Prompt:
Start at the line in the entries below that contains "name: /Award: the", stop at the line that contains "const address = employer.url();", and output exactly the lines in that span, both ends included.

Stored dataset items
*** Begin section ***
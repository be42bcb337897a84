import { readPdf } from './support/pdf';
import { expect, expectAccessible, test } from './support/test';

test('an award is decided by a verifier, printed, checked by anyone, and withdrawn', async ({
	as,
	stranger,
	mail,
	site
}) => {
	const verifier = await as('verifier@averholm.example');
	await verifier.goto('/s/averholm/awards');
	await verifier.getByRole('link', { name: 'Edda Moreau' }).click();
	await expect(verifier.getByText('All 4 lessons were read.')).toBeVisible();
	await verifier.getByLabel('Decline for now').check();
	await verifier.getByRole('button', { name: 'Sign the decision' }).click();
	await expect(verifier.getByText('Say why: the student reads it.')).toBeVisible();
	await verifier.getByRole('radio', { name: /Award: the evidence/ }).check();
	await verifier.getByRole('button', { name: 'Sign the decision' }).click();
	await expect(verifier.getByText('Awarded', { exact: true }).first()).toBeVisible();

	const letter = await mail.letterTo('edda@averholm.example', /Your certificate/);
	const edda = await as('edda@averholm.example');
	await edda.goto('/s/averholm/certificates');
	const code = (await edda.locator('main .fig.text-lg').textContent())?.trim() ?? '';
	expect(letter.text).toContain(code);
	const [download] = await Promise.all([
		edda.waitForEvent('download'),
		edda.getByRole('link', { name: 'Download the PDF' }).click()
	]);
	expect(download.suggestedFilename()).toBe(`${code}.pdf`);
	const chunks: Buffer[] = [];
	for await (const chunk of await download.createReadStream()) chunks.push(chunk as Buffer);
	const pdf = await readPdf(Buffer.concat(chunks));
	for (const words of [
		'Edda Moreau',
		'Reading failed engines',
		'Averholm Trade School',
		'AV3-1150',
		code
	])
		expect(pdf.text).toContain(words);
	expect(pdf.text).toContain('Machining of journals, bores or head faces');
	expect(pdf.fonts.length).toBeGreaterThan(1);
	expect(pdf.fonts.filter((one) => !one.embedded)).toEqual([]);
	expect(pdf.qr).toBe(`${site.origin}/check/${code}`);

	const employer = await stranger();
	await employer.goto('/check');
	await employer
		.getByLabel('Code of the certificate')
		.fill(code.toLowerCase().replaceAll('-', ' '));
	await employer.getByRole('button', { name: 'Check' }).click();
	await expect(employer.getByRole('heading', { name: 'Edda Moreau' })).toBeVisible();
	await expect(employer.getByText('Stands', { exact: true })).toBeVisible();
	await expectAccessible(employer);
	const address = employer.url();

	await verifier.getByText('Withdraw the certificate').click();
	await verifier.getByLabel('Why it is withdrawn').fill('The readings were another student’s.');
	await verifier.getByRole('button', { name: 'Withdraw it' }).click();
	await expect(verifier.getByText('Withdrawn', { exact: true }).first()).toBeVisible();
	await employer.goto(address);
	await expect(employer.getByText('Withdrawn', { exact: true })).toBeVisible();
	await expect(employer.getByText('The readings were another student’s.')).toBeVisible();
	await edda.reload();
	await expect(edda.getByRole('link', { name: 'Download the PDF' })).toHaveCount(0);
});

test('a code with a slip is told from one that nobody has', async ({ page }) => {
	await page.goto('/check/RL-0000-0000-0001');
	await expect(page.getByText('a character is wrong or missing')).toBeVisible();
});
*** End section ***
*** Begin section ***
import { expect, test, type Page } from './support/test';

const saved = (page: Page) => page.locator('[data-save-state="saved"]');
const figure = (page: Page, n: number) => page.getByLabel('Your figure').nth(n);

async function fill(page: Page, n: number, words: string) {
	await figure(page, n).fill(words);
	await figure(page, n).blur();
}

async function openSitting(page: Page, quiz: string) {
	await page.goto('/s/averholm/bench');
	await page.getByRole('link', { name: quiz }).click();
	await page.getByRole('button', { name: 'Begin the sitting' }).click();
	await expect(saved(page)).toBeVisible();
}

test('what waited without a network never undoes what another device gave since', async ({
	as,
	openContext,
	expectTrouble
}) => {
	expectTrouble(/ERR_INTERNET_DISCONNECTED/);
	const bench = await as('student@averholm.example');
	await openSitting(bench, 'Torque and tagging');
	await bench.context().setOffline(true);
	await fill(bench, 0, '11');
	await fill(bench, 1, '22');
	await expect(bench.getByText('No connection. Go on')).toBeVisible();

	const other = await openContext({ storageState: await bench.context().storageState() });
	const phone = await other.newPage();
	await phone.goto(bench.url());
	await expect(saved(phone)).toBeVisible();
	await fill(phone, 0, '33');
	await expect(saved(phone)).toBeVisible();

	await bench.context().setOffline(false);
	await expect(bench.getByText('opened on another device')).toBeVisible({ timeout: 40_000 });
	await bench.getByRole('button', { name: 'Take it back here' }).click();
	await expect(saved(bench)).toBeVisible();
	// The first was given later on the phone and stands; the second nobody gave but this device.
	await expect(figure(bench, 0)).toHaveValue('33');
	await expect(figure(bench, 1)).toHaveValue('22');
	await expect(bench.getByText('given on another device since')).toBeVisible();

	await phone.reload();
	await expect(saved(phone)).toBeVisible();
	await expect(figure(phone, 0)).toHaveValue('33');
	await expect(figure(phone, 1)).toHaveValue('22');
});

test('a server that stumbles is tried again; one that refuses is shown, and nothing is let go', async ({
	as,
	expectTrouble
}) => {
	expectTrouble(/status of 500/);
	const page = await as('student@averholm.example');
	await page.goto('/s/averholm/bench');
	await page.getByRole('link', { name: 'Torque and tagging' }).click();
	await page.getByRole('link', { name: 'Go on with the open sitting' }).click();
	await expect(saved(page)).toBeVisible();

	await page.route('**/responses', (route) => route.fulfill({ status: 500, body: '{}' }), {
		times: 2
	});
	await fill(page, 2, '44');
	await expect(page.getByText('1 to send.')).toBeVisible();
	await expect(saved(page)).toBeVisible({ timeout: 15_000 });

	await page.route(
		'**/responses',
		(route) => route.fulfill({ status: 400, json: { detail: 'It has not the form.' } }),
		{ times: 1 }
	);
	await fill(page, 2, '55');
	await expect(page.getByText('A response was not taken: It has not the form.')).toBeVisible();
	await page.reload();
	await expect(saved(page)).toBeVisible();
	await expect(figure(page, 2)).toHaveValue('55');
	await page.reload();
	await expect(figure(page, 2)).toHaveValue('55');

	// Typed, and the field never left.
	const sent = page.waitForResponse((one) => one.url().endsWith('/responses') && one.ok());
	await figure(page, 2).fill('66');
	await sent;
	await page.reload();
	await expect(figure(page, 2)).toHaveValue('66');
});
*** End section ***
*** Begin section ***
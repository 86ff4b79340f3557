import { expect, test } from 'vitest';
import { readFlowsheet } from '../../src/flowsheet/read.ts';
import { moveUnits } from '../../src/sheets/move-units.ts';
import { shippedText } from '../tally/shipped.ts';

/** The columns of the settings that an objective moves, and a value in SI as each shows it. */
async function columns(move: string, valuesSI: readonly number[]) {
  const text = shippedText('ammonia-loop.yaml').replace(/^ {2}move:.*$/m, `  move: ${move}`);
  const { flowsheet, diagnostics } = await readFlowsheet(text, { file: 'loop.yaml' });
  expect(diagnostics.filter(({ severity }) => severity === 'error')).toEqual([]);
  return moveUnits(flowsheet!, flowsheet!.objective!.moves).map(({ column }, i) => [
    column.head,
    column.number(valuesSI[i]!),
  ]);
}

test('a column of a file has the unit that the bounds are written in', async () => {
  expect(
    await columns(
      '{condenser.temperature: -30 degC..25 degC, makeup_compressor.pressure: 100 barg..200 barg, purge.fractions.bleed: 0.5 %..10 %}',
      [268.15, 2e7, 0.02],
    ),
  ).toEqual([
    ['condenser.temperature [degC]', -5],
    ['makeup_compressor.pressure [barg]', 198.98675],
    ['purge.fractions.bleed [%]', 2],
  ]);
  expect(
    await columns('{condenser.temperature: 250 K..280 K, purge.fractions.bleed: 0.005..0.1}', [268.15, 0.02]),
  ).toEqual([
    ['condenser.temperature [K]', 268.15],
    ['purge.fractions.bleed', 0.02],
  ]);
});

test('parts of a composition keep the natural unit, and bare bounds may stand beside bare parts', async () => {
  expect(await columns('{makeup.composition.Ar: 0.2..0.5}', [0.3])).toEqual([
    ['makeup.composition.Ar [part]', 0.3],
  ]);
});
*** End section ***
Exercise result:
	await verifier.getByRole('radio', { name: /Award: the evidence/ }).check();
	await verifier.getByRole('button', { name: 'Sign the decision' }).click();
	await expect(verifier.getByText('Awarded', { exact: true }).first()).toBeVisible();

	const letter = await mail.letterTo('edda@averholm.example', /Your certificate/);
	const edda = await as('edda@averholm.example');
	await edda.goto('/s/averholm/certificates');
	const code = (await edda.locator('main .fig.text-lg').textContent())?.trim() ?? '';
	expect(letter.text).toContain(code);
	const [download] = await Promise.all([
		edda.waitForEvent('download'),
		edda.getByRole('link', { name: 'Download the PDF' }).click()
	]);
	expect(download.suggestedFilename()).toBe(`${code}.pdf`);
	const chunks: Buffer[] = [];
	for await (const chunk of await download.createReadStream()) chunks.push(chunk as Buffer);
	const pdf = await readPdf(Buffer.concat(chunks));
	for (const words of [
		'Edda Moreau',
		'Reading failed engines',
		'Averholm Trade School',
		'AV3-1150',
		code
	])
		expect(pdf.text).toContain(words);
	expect(pdf.text).toContain('Machining of journals, bores or head faces');
	expect(pdf.fonts.length).toBeGreaterThan(1);
	expect(pdf.fonts.filter((one) => !one.embedded)).toEqual([]);
	expect(pdf.qr).toBe(`${site.origin}/check/${code}`);

	const employer = await stranger();
	await employer.goto('/check');
	await employer
		.getByLabel('Code of the certificate')
		.fill(code.toLowerCase().replaceAll('-', ' '));
	await employer.getByRole('button', { name: 'Check' }).click();
	await expect(employer.getByRole('heading', { name: 'Edda Moreau' })).toBeVisible();
	await expect(employer.getByText('Stands', { exact: true })).toBeVisible();
	await expectAccessible(employer);
	const address = employer.url();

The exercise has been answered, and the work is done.